The Power of Rest.

As I write this blog it is a Saturday. I worked all week. At a desk. With a computer screen. More than 40 hours. And today, is another busy day with more obligations, one of which is work related. The weekends are supposed to be a time for resting, but when will there be time for rest? Later. It is always later. But Sister, you and I both know, later rarely shows up without her own list of things to do, accomplish, achieve, and complete.

We are just too b-u-s-y.

The other week I was convicted about my busy schedule and my level of exhaustion as I listened to a speech given by the daughter of a dear friend and fellow PBWN blogger, Dabney Hedegard (@dabneyland). Madison spoke about a “new religion,” one where we worship the god of efficiency. She shared that the philosophy of this “new religion” is eroding our sense of time, community, and self. I cried listening to her nine-minute speech, partially because it resonated so strongly with what I write, vlog, and speak about, and mostly, if I am honest, because I felt convicted. I knew I worshipped this false god; I knew I bought into the lie that my worth and identity are tied into my title, my achievements, and all the ticks I could knock off in a day’s list of to-do’s; I knew I was embracing a culture that is counter to the one I professed to believe in.

God calls us to work from a place of rest.

We work so that later we can rest, but even when later comes, we feel like we don’t have time to rest.  But here’s the problem: this is a lie our culture, this “new religion,” persuades us to believe. God created, introduced, and even commanded the Sabbath (Genesis 2, Exodus 20: 8-11) so that we would work from a place of rest, not work hard for it. If it was the latter, then our rest would be based upon our performance and not about finding our identity in Him. We don’t have to earn rest—we were created for it.

While I am not great at Sabbathing (is that even a word?), I am learning to find intentionally carve out time, even if it is just 30 minutes, without feeling guilty, to just rest. In full transparency the first time I tried it, I kept yelling to myself out loud, “I am going to enjoy my pool, it is okay to rest.” I said this out loud because inside my head was a marching band playing out a list of all the other things that still needed to get done. My body knew it needed rest, but my soul—my mind/thoughts, emotions, and will—were not ready to surrender.

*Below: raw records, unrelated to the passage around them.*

package org.lodestep.rig;

import static org.junit.jupiter.api.Assertions.assertEquals;
import static org.junit.jupiter.api.Assertions.assertFalse;
import static org.junit.jupiter.api.Assertions.assertTrue;

import java.util.List;
import java.util.Set;
import java.util.TreeSet;
import java.util.stream.Collectors;

import org.junit.jupiter.api.Test;

/**
 * The conformance kit against the virtual rig, which implements firmware-protocol.md 1.1, and against rigs with one
 * deliberate fault each, which it must catch in exactly the rows about that fault.
 */
class RigConformanceTest {

    private static String table(RigConformance.Report r) {
        return r.checks().stream().map(c -> c.verdict() + " " + c.section() + " " + c.name() + " " + c.detail())
                .collect(Collectors.joining("\n"));
    }

    private static Set<String> failed(RigConformance.Report r) {
        return r.checks().stream().filter(c -> c.verdict() == RigConformance.Verdict.FAIL)
                .map(c -> c.section() + " " + c.name()).collect(Collectors.toCollection(TreeSet::new));
    }

    @Test
    void virtualRigInRealTimePassesEveryCheck() throws Exception {
        RigConformance.Report r = RigConformance.run("sim:bench-4?realtime=1", RigConformance.Settings.DEFAULT,
                s -> { });
        assertTrue(r.passed(), table(r));
        // only the two-host check needs a network address; every other check ran
        List<RigConformance.Check> skipped = r.checks().stream()
                .filter(c -> c.verdict() == RigConformance.Verdict.SKIP).toList();
        assertEquals(1, skipped.size(), table(r));
        assertTrue(skipped.get(0).name().contains("second host"), table(r));
    }

    @Test
    void virtualRigWithoutRealTimePassesAndSkipsWhatNeedsTime() throws Exception {
        RigConformance.Report r = RigConformance.run("sim:bench-4", new RigConformance.Settings(false), s -> { });
        assertTrue(r.passed(), table(r));
        assertTrue(r.checks().stream().anyMatch(c -> c.verdict() == RigConformance.Verdict.SKIP
                && c.name().contains("dwell")), table(r));
    }

    private static Set<String> brokenFailures(BrokenRig.Fault fault) throws Exception {
        RigConformance.Report r = RigConformance.run("broken:", () -> BrokenRig.open(fault), false,
                new RigConformance.Settings(false), s -> { });
        assertFalse(r.passed(), table(r));
        return failed(r);
    }

    @Test
    void aRigThatMeasuresRetriesAgainFailsTheDuplicateRowsOnly() throws Exception {
        assertEquals(Set.of(
                "2 a retried command (same tag, same text) gets the same answer and is not done again",
                "4.2 ARM then FIRE is answered ohm=, lead=, volts=, seconds=; a retry is answered again",
                "6 a retried stream command is answered with its header again and not streamed again"),
                brokenFailures(BrokenRig.Fault.REMEASURES_RETRIES));
    }

    @Test
    void aRigThatServesCommandsBeforeHelloFailsThatRowOnly() throws Exception {
        assertEquals(Set.of("3 a command before HELLO is refused with 10 VERSION"),
                brokenFailures(BrokenRig.Fault.NO_HELLO_FIRST));
    }

    @Test
    void aRigThatDamagesABlockFailsTheStreamRows() throws Exception {
        assertEquals(Set.of(
                "6 a stream has a header, blocks 0..B-1 with the stream's tag and an END complete",
                "6 RESEND seq=n sends block n again, RESEND seq=B the END frame"),
                brokenFailures(BrokenRig.Fault.DAMAGES_FIRST_BLOCK));
    }
}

Resting is not intuitive to me, I have to remind myself that I was not made for the Sabbath, but the Sabbath was made for me. (Mark 2:27)

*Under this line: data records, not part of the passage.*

package org.lodestep.workflow;

import static org.junit.jupiter.api.Assertions.assertEquals;
import static org.junit.jupiter.api.Assertions.assertThrows;
import static org.junit.jupiter.api.Assertions.assertTrue;

import java.nio.file.Files;
import java.nio.file.Path;

import org.junit.jupiter.api.Test;
import org.junit.jupiter.api.io.TempDir;
import org.lodestep.drive.DriveMode;
import org.lodestep.drive.Load;
import org.lodestep.drive.SpeedAnswer;

class DriveCurveTest {
    @TempDir
    Path dir;

    static DriveCurve.Settings typed(double supplyV, double target, DriveCurve.SpeedUnit unit) {
        return new DriveCurve.Settings(null, 2.43, 8.2e-3, 0.18, null, 5.4e-6, 0, DriveMode.CHOPPER, supplyV, 1.2, 16,
                0, new Load(8.1e-5, 0.11, 0, 40), target, unit, 0.3, false);
    }

    @Test
    void typedConstantsGiveTheCurveAndTheAnswer() throws Exception {
        DriveCurve.Result r = DriveCurve.run(typed(48, 450, DriveCurve.SpeedUnit.MM_PER_S), Progress.NONE);
        assertEquals(SpeedAnswer.Verdict.REACHABLE, r.answer().verdict());
        assertEquals(2250, r.answer().target().fullStepsPerS(), 1e-9);
        assertTrue(r.notes().stream().anyMatch(n -> n.contains("50 assumed")), r.notes().toString());
        // 4·(R/L)/2π (Acarnley section 5.5): 2.43/8.2e-3 = 296.3 rad/s -> 188.7 full steps/s
        assertEquals(4 * 2.43 / 8.2e-3 / (2 * Math.PI), r.midBandCentreFullStepsPerS(), 1e-9);
    }

    @Test
    void cardValuesFillWhatIsNotTypedAndAnEightLeadSeriesCardMayGoParallel() throws Exception {
        Path card = dir.resolve("card.json");
        Files.writeString(card, """
                {"topology": "8-lead", "connection": "series", "rotor_teeth": 50, "kt_nm_per_a": 0.18,
                 "phase_current_a": 1.2, "supply_v": 24, "inertia_kg_m2": 5.4e-6,
                 "phases": [{"resistance_ohm": 2.43, "inductance_h": 0.0082},
                            {"resistance_ohm": 2.43, "inductance_h": 0.0082}]}
                """);
        DriveCurve.Settings s = new DriveCurve.Settings(card, null, null, null, null, null, 0, DriveMode.CHOPPER,
                null, null, 16, 0, new Load(8.1e-5, 0.11, 0, 40), 450, DriveCurve.SpeedUnit.MM_PER_S, 0.3, false);
        DriveCurve.Result r = DriveCurve.run(s, Progress.NONE);
        assertEquals(24, r.curve().drive().supplyV());
        assertEquals(SpeedAnswer.Verdict.MARGIN_SHORT, r.answer().verdict());
        assertTrue(r.answer().suggestions().stream().anyMatch(g -> g.change().equals("parallel")));
        assertTrue(r.notes().stream().anyMatch(n -> n.contains("rotor inertia taken from the card")));
    }

    @Test
    void missingConstantsAreASettingsError() {
        DriveCurve.Settings s = new DriveCurve.Settings(null, 2.43, null, 0.18, null, 5.4e-6, 0, DriveMode.CHOPPER,
                24.0, 1.2, 16, 0, Load.none(), Double.NaN, DriveCurve.SpeedUnit.RPM, 0.3, false);
        SettingsException e = assertThrows(SettingsException.class, () -> DriveCurve.run(s, Progress.NONE));
        assertTrue(e.getMessage().contains("phase inductance"), e.getMessage());
        SettingsException mm = assertThrows(SettingsException.class, () -> DriveCurve.run(new DriveCurve.Settings(
                null, 2.43, 8.2e-3, 0.18, null, 5.4e-6, 0, DriveMode.CHOPPER, 24.0, 1.2, 16, 0, Load.none(), 100,
                DriveCurve.SpeedUnit.MM_PER_S, 0.3, false), Progress.NONE));
        assertTrue(mm.getMessage().contains("travel per revolution"), mm.getMessage());
    }
}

While our culture worships achievement, productivity, efficiency; Kingdom culture values rest and an identity established upon who our Father in Heaven says we are.

Again, no mention of how many loads of laundry I got done, if I got a promotion, how many clients/sales I closed, or the number of times I volunteered in my child’s classroom that year. Rest, Sabbath rest, is where we learn to settle down, quiet our racing thoughts, put down the to-do list, and just be.

God values presence over production and performance.

Another lie of our culture tells us is to hustle and work for our worth. Machines are designed for production and peak performance, but our bodies and souls are not machines, to be rated and reviewed. We were designed, created, as His Workmanship, His masterpieces, in His image—our worth inherent in who and whose we are.

Machines are made to work and work and work hard until they break. Machines are designed to be efficient. Machines are made to break down so you can buy a brand new one that is more expensive and has more features. But you my dear friend, are irreplaceable!

My husband regularly asks me to put down my phone and stop checking my emails at 9 pm at night when we are snuggled together on the couch watching TV. More times than I would like to admit, he has asked me to be present while out to dinner.

Resting in the presence of the One who created us has value. His intent with a Sabbath rest was for it to be a covenantal sign between God and man. As a sign that identifies us, distinguishes us, as belonging to Him. Is it possible that God commanded us to rest so that we would come to know Him fully and come to love and accept ourselves fully?

God is calling you.

My friend, Jesus is calling to us. He beckons us to “come to me all who are weary and burdened, and I will give you rest. Take my yoke upon you and learn from me, for I am gentle and humble in heart, and you will find rest for your souls.” (Matthew 11:28) I think that perhaps God knew we would base much of who we are on the sum total of our lives: what we did or did not do, the title we did or did not earn, the colleges we did or did not get into (or that our kids did or did not get into). Our performance plus other people’s opinions of us is bad math friends.

Rest may seem unattainable, even counterproductive. But I believe it was gifted to us. Later will come with her own list of demands for your time, so I invite you my friend to join me in telling her no.

Remove the false idol of efficiency and join me, without guilt, to just rest and ponder these questions:

  • When is the last time you truly took a Sabbath rest?

  • What small changes can you make to begin to enjoy the Rest of God, even if it is just for 10 minutes?

  • God, what do you want to share with me about Sabbath?